The dead sea: 40 per cent decline in the ocean's phytoplankton last century - DaniFong
http://www.independent.co.uk/environment/climate-change/the-dead-sea-global-warming-blamed-for-40-per-cent-decline-in-the-oceans-phytoplankton-2038074.html

======
DaniFong
I hope very much that this is an overestimate -- otherwise, I am very, very
concerned that we are going to switch to an Earth with a dead sea, atmosphere
and climate controlled by land biota, as it has been in other hot cycles.

Nature Article:

Global phytoplankton decline over the past century

[http://www.nature.com/nature/journal/v466/n7306/abs/nature09...](http://www.nature.com/nature/journal/v466/n7306/abs/nature09268.html)

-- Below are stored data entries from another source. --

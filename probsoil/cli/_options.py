"""Readers of option values, so that a mistake is answered in the words of this program."""

import re
from collections.abc import Callable
from enum import StrEnum
from typing import TypeVar

import typer

Choice = TypeVar("Choice", bound=StrEnum)


def whole_number(low: int, high: int | None = None) -> Callable[[str], int]:
    """Return a reader of whole numbers within a range.

    Parameters
    ----------
    low : int, [-]
        Least number.
    high : int or None, [-]
        Greatest number; None for no bound.

    Returns
    -------
    callable
        Reads text; raises `typer.BadParameter` where it is no such number.
    """
    allowed = f"from {low:,d} up" if high is None else f"from {low:,d} to {high:,d}"

    def read(text: str) -> int:
        try:
            number = int(text)
        except ValueError:
            raise typer.BadParameter(
                f"'{text}' is not a whole number; allowed: a whole number {allowed}"
            ) from None
        if number < low or (high is not None and number > high):
            side = "small" if number < low else "large"
            raise typer.BadParameter(f"{number:,d} is too {side}; allowed: a whole number {allowed}")
        return number

    return read


def one_of(choices: type[Choice]) -> Callable[[str], Choice]:
    """Return a reader of one word among several.

    Parameters
    ----------
    choices : type of StrEnum
        The words.

    Returns
    -------
    callable
        Reads text; raises `typer.BadParameter` where it is none of them.
    """

    def read(text: str) -> Choice:
        from difflib import get_close_matches

        words = [choice.value for choice in choices]
        if text in words:
            return choices(text)
        near = get_close_matches(text, words, n=1, cutoff=0.4)
        hint = f"; did you mean '{near[0]}'?" if near else ""
        raise typer.BadParameter(f"'{text}' is none of the choices; allowed: {', '.join(words)}{hint}")

    return read


def words_of(choices: type[StrEnum]) -> Callable[[], list[str]]:
    """Return what the shell completes an option with.

    Parameters
    ----------
    choices : type of StrEnum
        The words.

    Returns
    -------
    callable
        Returns the words.
    """
    return lambda: [choice.value for choice in choices]


def share(text: str) -> float:
    """Read a share between 0 and 100 %.

    Parameters
    ----------
    text : str
        Such as ``20%`` or ``0.2``.

    Returns
    -------
    share : float, [-]
        Above 0 and below 1.

    Raises
    ------
    typer.BadParameter
        Where it is no such share.
    """
    number = text.strip()
    try:
        value = float(number.removesuffix("%")) / (100.0 if number.endswith("%") else 1.0)
    except ValueError:
        raise typer.BadParameter(f"'{text}' is not a share; allowed: such as 20% or 0.2") from None
    if not 0.0 < value < 1.0:
        raise typer.BadParameter(f"{text} is out of range; allowed: above 0 and below 100 %, such as 20%")
    return value


_SECONDS = {"s": 1.0, "second": 1.0, "min": 60.0, "minute": 60.0, "h": 3600.0, "hour": 3600.0}


def duration(text: str) -> float:
    """Read a time with its unit.

    Parameters
    ----------
    text : str
        Such as ``5 minutes``.

    Returns
    -------
    seconds : float, [s]
        Above 0.

    Raises
    ------
    typer.BadParameter
        Where it is no such time.
    """
    found = re.fullmatch(r"\s*([0-9.]+)\s*([a-z]+)\s*", text)
    unit = None if found is None else found[2] if found[2] in _SECONDS else found[2].removesuffix("s")
    try:
        value = 0.0 if found is None or unit is None else float(found[1]) * _SECONDS[unit]
    except (KeyError, ValueError):
        value = 0.0
    if not 0.0 < value < float("inf"):
        raise typer.BadParameter(
            f"'{text}' is not a time; allowed: a number above 0 with seconds, minutes or hours, such as"
            ' "5 minutes"'
        )
    return value
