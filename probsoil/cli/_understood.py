"""What was understood of a scenario, in a terminal."""

from typing import TYPE_CHECKING

from probsoil.cli._evidence import print_evidence
from probsoil.cli._output import counted, print_table
from probsoil.report.text import event_text, percent_text, plain_percent

if TYPE_CHECKING:
    from rich.console import Console

    from probsoil.parameters import ParameterSpace
    from probsoil.scenario import Scenario, Stage
    from probsoil.scenario.limits import Limit

LEAST_CUT_SHOWN = 1e-6  # smaller shares are in the results, and only clutter here
LIMIT_UNITS = {
    "settlement": "m",
    "differential_settlement": "m",
    "time_to_consolidation": "years",
    "added_fill": "m3/m",
}


def print_scenario(console: "Console", scenario: "Scenario", space: "ParameterSpace") -> None:
    """Print layers, load, stages, parameters, correlations and limits.

    Parameters
    ----------
    console : Console
        Where to.
    scenario : Scenario
        What was read.
    space : ParameterSpace
        Its parameters.
    """
    console.print(
        f"{scenario.title}: {counted(scenario.realisations, 'realisation')} ({scenario.draws}), "
        f"seed {scenario.seed}, to {counted(scenario.horizon, 'year')}\n"
    )
    _print_layers(console, scenario, space)
    _print_stages(console, scenario)
    if scenario.drains is not None:
        text = scenario.drains.describe()
        console.print(f"{text[0].upper()}{text[1:]}\n")
    _print_stations(console, scenario)
    _print_parameters(console, scenario, space)
    _print_dependence(console, scenario)
    print_evidence(console, scenario, space)
    _print_limits(console, scenario)


def _print_layers(console: "Console", scenario: "Scenario", space: "ParameterSpace") -> None:
    mean, rows, top = space.at("mean"), [], 0.0
    for layer in scenario.layers:
        bottom = top + mean[f"{layer.name}.thickness"]
        rows.append((layer.name, layer.soil, f"{top:.2f}", f"{bottom:.2f}"))
        top = bottom
    print_table(console, "Layers, at mean thicknesses", ("layer", "soil", "top [m]", "bottom [m]"), rows)
    water = mean["site.water_table"]
    base = "" if "site.base_head" not in mean else f", water there at {mean['site.base_head']:.2f} m (mean)"
    console.print(f"Water table at {water:.2f} m (mean); {scenario.site.base} below the last layer{base}\n")


def _print_stages(console: "Console", scenario: "Scenario") -> None:
    from probsoil.assessment.works_text import uncertain_works
    from probsoil.ground.foundation import foundation_of
    from probsoil.scenario.amounts import text_of

    load = scenario.load
    if load.shape == "embankment":
        console.print(
            f"Load: embankment, crest {text_of(load.crest_width, 'm', what='wide')}, side slopes 1 on "
            f"{text_of(load.side_slope)}\n"
        )
    else:
        foundation = foundation_of(load)
        text = "over a wide area" if foundation is None else f"{load.shape}, {foundation.title}"
        console.print(f"Load: {text}{uncertain_works(scenario, 'load')}\n")
        if foundation is not None and not scenario.all_stations:
            console.print(f"Settlement is that of the {foundation.station}\n")
    _print_further_loads(console, scenario)
    print_table(
        console,
        "Stages",
        ("stage", "change", "start [years]", "end [years]"),
        ((stage.name, _change(stage), f"{stage.start:.3f}", f"{stage.end:.3f}") for stage in scenario.stages),
    )


def _print_further_loads(console: "Console", scenario: "Scenario") -> None:
    from probsoil.assessment.works_text import further_load_text, uncertain_works
    from probsoil.ground.site_forms import stage_forms
    from probsoil.ground.site_layout import further_load_forms

    for one in further_load_forms(scenario, stage_forms(scenario)):
        text = further_load_text(one) + uncertain_works(scenario, one.address)
        console.print(f"Further load {one.name}: {text}\n")


def _change(stage: "Stage") -> str:
    from probsoil.scenario.amounts import text_of

    on = "" if stage.load is None else f" on {stage.load}"
    if stage.excavate is not None:
        return f"{stage.excavate:g} m of soil dug out"
    if stage.height is not None:
        return f"{text_of(stage.height, 'm', what='of fill', signed=True)}{on}"
    return "" if stage.pressure is None else f"{text_of(stage.pressure, 'kPa', signed=True)}{on}"


def _print_stations(console: "Console", scenario: "Scenario") -> None:
    stations = scenario.all_stations
    if not stations:
        return
    rows = [
        (
            one.name,
            f"{one.x:g}",
            f"{one.y:g}",
            ", ".join(f"{name} {thickness:g} m" for name, thickness in one.thickness) or "-",
        )
        for one in stations
    ]
    headings = ("station", "x [m]", "y [m]", "mean thickness here")
    print_table(console, "Stations; limits look at the first unless they say otherwise", headings, rows)


def _print_parameters(console: "Console", scenario: "Scenario", space: "ParameterSpace") -> None:
    cut = {row.name: row.cut_share for row in space.summary() if row.cut_share >= LEAST_CUT_SHOWN}
    rows = []
    for quantity in scenario.quantities():
        text = quantity.distribution.describe(quantity.unit)
        if quantity.address in cut:
            text += f"; {percent_text(cut[quantity.address])} cut at its physical bounds"
        rows.append((quantity.address, text, quantity.meaning))
    print_table(console, "Parameters", ("parameter", "value", "meaning"), rows)


def _print_dependence(console: "Console", scenario: "Scenario") -> None:
    if scenario.dependence:
        print_table(
            console,
            "Correlations",
            ("between", "and", "rank correlation [-]"),
            ((*rule.between, f"{rule.rank_correlation:g}") for rule in scenario.dependence),
        )


def _print_limits(console: "Console", scenario: "Scenario") -> None:
    print_table(
        console,
        "Limits",
        ("limit", "exceeded when", "target chance"),
        (
            (
                limit.name,
                _event(scenario, limit),
                "-" if limit.target_probability is None else plain_percent(limit.target_probability),
            )
            for limit in scenario.limits
        ),
    )


def _event(scenario: "Scenario", limit: "Limit") -> str:
    """Return what exceeding a limit means, in the words the results use."""
    from probsoil.assessment.stations import place_text

    named = {key: getattr(limit, key, None) for key in ("at", "between", "degree")}
    time = {key: value for key, value in named.items() if value is not None}
    return event_text(
        {
            "quantity": limit.quantity,
            "time": time,
            "place_text": place_text(scenario, limit),
            "sense": limit.sense,
            "threshold": limit.threshold,
            "unit": LIMIT_UNITS.get(limit.quantity, "-"),
        }
    )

Biology Department, Dalhousie University, Halifax, Nova Scotia, Canada, B3H
4J1 Department of Oceanography, Dalhousie University, Halifax, Nova Scotia,
Canada, B3H 4J1 Correspondence to: Daniel G. Boyce1 Email: dboyce@dal.ca

Abstract In the oceans, ubiquitous microscopic phototrophs (phytoplankton)
account for approximately half the production of organic matter on Earth.
Analyses of satellite-derived phytoplankton concentration (available since
1979) have suggested decadal-scale fluctuations linked to climate forcing, but
the length of this record is insufficient to resolve longer-term trends. Here
we combine available ocean transparency measurements and in situ chlorophyll
observations to estimate the time dependence of phytoplankton biomass at
local, regional and global scales since 1899. We observe declines in eight out
of ten ocean regions, and estimate a global rate of decline of ~1% of the
global median per year. Our analyses further reveal interannual to decadal
phytoplankton fluctuations superimposed on long-term trends. These
fluctuations are strongly correlated with basin-scale climate indices, whereas
long-term declining trends are related to increasing sea surface temperatures.
We conclude that global phytoplankton concentration has declined over the past
century; this decline will need to be considered in future studies of marine
ecosystems, geochemical cycling, ocean circulation and fisheries.